Well, this is separate from that. It speaks to how to test the problem empirically if you want.

Here's what I'm driving at...

The problem scenario goes like this:
1. Someone makes a pair out of two random puppies.
2. You ask a question about that pair and find out the answer is yes, allowing you to use this new knowledge to adjust your probabilistic guess.
3. You are asked to make a guess about the pair.

In order to "test" something like this, you should copy that general flow. First, make a pair of random puppies. Then ask "Is at least one male?" Then look at whether there are two males in this set.

If you just try any old way to create a pair of puppies, then you're not effectively simulating the problem anymore.

-- Alex

 

[Samirat]

One puppy was picked from an infinite number of puppies, then another puppy was picked from an infinite number of puppies.

So, that's analogous to "two random puppies," right?

So, what's the matrix of permutations?

Our problem isn't with the initial matrix of permutations. We've all agreed on that. M/M, M/F, F/M, F/F. The question isn't about permutations, it's about trying to figure out the probability of three mutually exclusive sets of combinations.

Not quite. Natural numbers vs. real numbers is countable infinity vs. uncountable infinity. In informal language, one of those infinities is like "infinity times infinity" (basically the idea is that you can squeeze infinite real numbers between any two rational numbers).

This would be more like just taking a limit.

Ahh, okay. My bad.

You said it yourself. There are three mutually exclusive situations. They are all equally probable, are they not?

MM, MF, and FM

 

[geddydisciple]

now my head hurts, i would guess 50%

 

[Alex_P]

Our problem isn't with the initial matrix of permutations. We've all agreed on that. M/M, M/F, F/M, F/F. The question isn't about permutations, it's about trying to figure out the probability of three mutually exclusive sets of combinations.

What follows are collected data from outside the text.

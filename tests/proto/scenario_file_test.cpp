// A scenario against its robot.
#include "proto/files/scenario_file.h"

#include <gtest/gtest.h>

#include <functional>

#include "tests/proto/fixture.h"

namespace pastern::files {
namespace {

std::string why(const std::function<void(v1::Scenario&)>& change) {
  v1::Scenario scenario = fixture::scenario();
  change(scenario);
  Defects defects;
  return parse_scenario(fixture::text(scenario), "s", fixture::robot_file(), defects) ? "accepted"
                                                                                      : lines(defects);
}

TEST(ScenarioFile, ANameAloneIsTheNominalSite) {
  Defects defects;
  EXPECT_TRUE(parse_scenario("name: \"good_day\"", "s", fixture::robot_file(), defects)) << lines(defects);
}

TEST(ScenarioFile, RefusesJointsThatTheRobotDoesNotHave) {
  EXPECT_EQ(why([](v1::Scenario& s) { s.mutable_wear(0)->set_joint("wing"); }),
            "s: wear[0].joint: found wing, expected a joint of fixture10\n");
  EXPECT_EQ(why([](v1::Scenario& s) { s.mutable_faults(0)->set_joint("wing"); }),
            "s: faults[0].joint: found wing, expected a joint of fixture10\n");
}

TEST(ScenarioFile, RefusesTheSameJointWornTwice) {
  EXPECT_EQ(why([](v1::Scenario& s) { *s.add_wear() = s.wear(0); }),
            "s: wear[1].joint: found rear_left_knee, said before, expected each joint once\n");
}

TEST(ScenarioFile, AFaultNamesAJointExactlyWhenItIsOneOfAJoint) {
  EXPECT_EQ(why([](v1::Scenario& s) { s.mutable_faults(0)->clear_joint(); }),
            "s: faults[0].joint: found nothing, expected the joint that fails\n");
  EXPECT_EQ(why([](v1::Scenario& s) { s.mutable_faults(0)->set_kind(v1::Fault::PACK_CUT); }),
            "s: faults[0].joint: found front_left_hip, expected nothing: PACK_CUT is no fault of a joint\n");
  EXPECT_EQ(why([](v1::Scenario& s) {
              s.mutable_faults(0)->set_kind(v1::Fault::PACK_CUT);
              s.mutable_faults(0)->clear_joint();
            }),
            "accepted");
}

TEST(ScenarioFile, RefusesWhatContradictsItself) {
  EXPECT_EQ(why([](v1::Scenario& s) { s.clear_load_kg(); }),
            "s: load_at_m: found a place without a load, expected load_kg beside it\n"
            "s: load_hangs_m: found 0.2, expected a load_kg above 0 beside it\n");
  EXPECT_EQ(
      why([](v1::Scenario& s) { s.clear_load_hangs_m(); }),
      "s: load_swing_damping: found a damping without a load that hangs, expected load_hangs_m beside it\n");
  EXPECT_EQ(why([](v1::Scenario& s) { s.clear_frames_late(); }),
            "s: frames_late_s: found a lateness without frames_late, expected frames_late beside it\n");
  EXPECT_EQ(why([](v1::Scenario& s) { s.set_joint_damping_nm_s_per_rad(1); }),
            "s: joint_damping_ratio: found joint_damping_nm_s_per_rad as well, expected one of the two\n");
  EXPECT_EQ(why([](v1::Scenario& s) { s.set_command_jitter_s(0.02); }),
            "s: command_jitter_s: found 0.02, expected at most command_delay_s, 0.01\n");
}

TEST(ScenarioFile, RangesAreOfNumbersThatThereAreInOrderAndSaidOnce) {
  const auto judged = [](const char* field, const char* joint, double low, double high) {
    return why([&](v1::Scenario& s) {
      s.clear_drawn();
      s.clear_friction();
      v1::Drawn& drawn = *s.add_drawn();
      drawn.set_field(field);
      if (*joint != 0) drawn.set_joint(joint);
      drawn.set_low(low);
      drawn.set_high(high);
    });
  };
  EXPECT_EQ(judged("friction", "", 0.2, 1.0), "accepted");
  EXPECT_EQ(judged("friction", "", 0.4, 0.4), "accepted");
  EXPECT_EQ(judged("strength", "each", 0.85, 1.05), "accepted");
  EXPECT_EQ(judged("strength", "one", 0.4, 0.9), "accepted");
  EXPECT_EQ(judged("grip", "", 0, 1),
            "s: drawn[0].field: found grip, expected a number of the scenario or of a joint's wear\n");
  EXPECT_EQ(judged("name", "", 0, 1),
            "s: drawn[0].field: found name, expected a number of the scenario or of a joint's wear\n");
  EXPECT_EQ(judged("load_at_m.w", "", 0, 1),
            "s: drawn[0].field: found load_at_m.w, expected a number of the scenario or of a joint's wear\n");
  EXPECT_EQ(judged("friction", "", 0.5, 0.4), "s: drawn[0].high: found 0.4, expected at least low, 0.5\n");
  EXPECT_EQ(judged("friction", "each", 0.4, 0.5),
            "s: drawn[0].joint: found each, expected nothing: friction is no joint's\n");
  EXPECT_EQ(judged("strength", "", 0.4, 0.5),
            "s: drawn[0].joint: found nothing, expected each, one, or a joint of fixture10\n");
  EXPECT_EQ(judged("strength", "wing", 0.4, 0.5),
            "s: drawn[0].joint: found wing, expected each, one, or a joint of fixture10\n");
  EXPECT_EQ(judged("slope_rad", "", 0, 0.1),
            "s: drawn[0].field: found slope_rad, which has a value as well, expected one of the two\n");
  EXPECT_EQ(
      judged("strength", "rear_left_knee", 0.4, 0.5),
      "s: drawn[0].field: found strength of rear_left_knee, which has a value as well, expected one of the "
      "two\n");
  EXPECT_EQ(why([](v1::Scenario& s) { *s.add_drawn() = s.drawn(0); }),
            "s: drawn[1].field: found strength, drawn before, expected each number once\n");
}

TEST(ScenarioFile, EveryEndOfARangeIsJudgedAsAValueWouldBe) {
  const auto judged = [](const char* field, double low, double high) {
    return why([&](v1::Scenario& s) {
      s.clear_drawn();
      s.clear_friction();
      s.clear_command_jitter_s();
      v1::Drawn& drawn = *s.add_drawn();
      drawn.set_field(field);
      drawn.set_low(low);
      drawn.set_high(high);
    });
  };
  EXPECT_EQ(judged("friction", 0.4, 2),
            "s: drawn: friction: found 2, expected a finite number at least 0.02 and at most 1.5\n");
  EXPECT_NE(judged("friction", -1, 1).find("s: drawn: friction: found -1"), std::string::npos);
  EXPECT_EQ(judged("command_jitter_s", 0, 0.02),
            "s: drawn: command_jitter_s: found 0.02, expected at most command_delay_s, 0.01\n");
}

TEST(ScenarioFile, RefusesAGroundThatCannotBe) {
  EXPECT_EQ(why([](v1::Scenario& s) { s.clear_ground_wave_length_m(); }),
            "s: ground_wave_height_m: found one without the other, expected ground_wave_height_m and "
            "ground_wave_length_m\n");
  EXPECT_EQ(why([](v1::Scenario& s) {
              s.set_ground_wave_height_m(0.3);
              s.set_ground_wave_length_m(0.5);
            }),
            "s: ground_wave_height_m: found 0.3, expected at most 0.22 of the length 0.5, so that no wave is "
            "steeper than 0.7\n");
  EXPECT_EQ(why([](v1::Scenario& s) { s.mutable_ground_steps(0)->set_height_m(0); }),
            "s: ground_steps[0].height_m: found 0, expected a height other than 0 (m)\n");
  EXPECT_EQ(why([](v1::Scenario& s) { s.mutable_ground_patches(0)->set_to_m(0.5); }),
            "s: ground_patches[0].to_m: found 0.5, expected more than from_m, 1\n");
  EXPECT_EQ(why([](v1::Scenario& s) { s.mutable_ground_patches(0)->set_left_m(-2); }),
            "s: ground_patches[0].left_m: found -2, expected more than right_m, -1\n");
  EXPECT_EQ(why([](v1::Scenario& s) { s.set_friction_stick_ratio(0.9); }),
            "s: friction_stick_ratio: found 0.9, expected a finite number at least 1 and at most 3\n");
}

TEST(ScenarioFile, RefusesALoadBesideTheRobotAndAnImuOnItsSide) {
  EXPECT_EQ(why([](v1::Scenario& s) { s.mutable_load_at_m()->set_y(-3); }),
            "s: load_at_m.y: found -3, expected between -2 and 2 (m)\n");
  EXPECT_EQ(why([](v1::Scenario& s) { s.mutable_imu_tilt_rad()->set_z(0.6); }),
            "s: imu_tilt_rad.z: found 0.6, expected between -0.5 and 0.5 (rad)\n");
}

}  // namespace
}  // namespace pastern::files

Well, this is separate from that. It speaks to how to test the problem empirically if you want.

Here's what I'm driving at...

The problem scenario goes like this:
1. Someone makes a pair out of two random puppies.
2. You ask a question about that pair and find out the answer is yes, allowing you to use this new knowledge to adjust your probabilistic guess.
3. You are asked to make a guess about the pair.

In order to "test" something like this, you should copy that general flow. First, make a pair of random puppies. Then ask "Is at least one male?" Then look at whether there are two males in this set.

If you just try any old way to create a pair of puppies, then you're not effectively simulating the problem anymore.

-- Alex

"1. Someone makes a pair out of two random puppies."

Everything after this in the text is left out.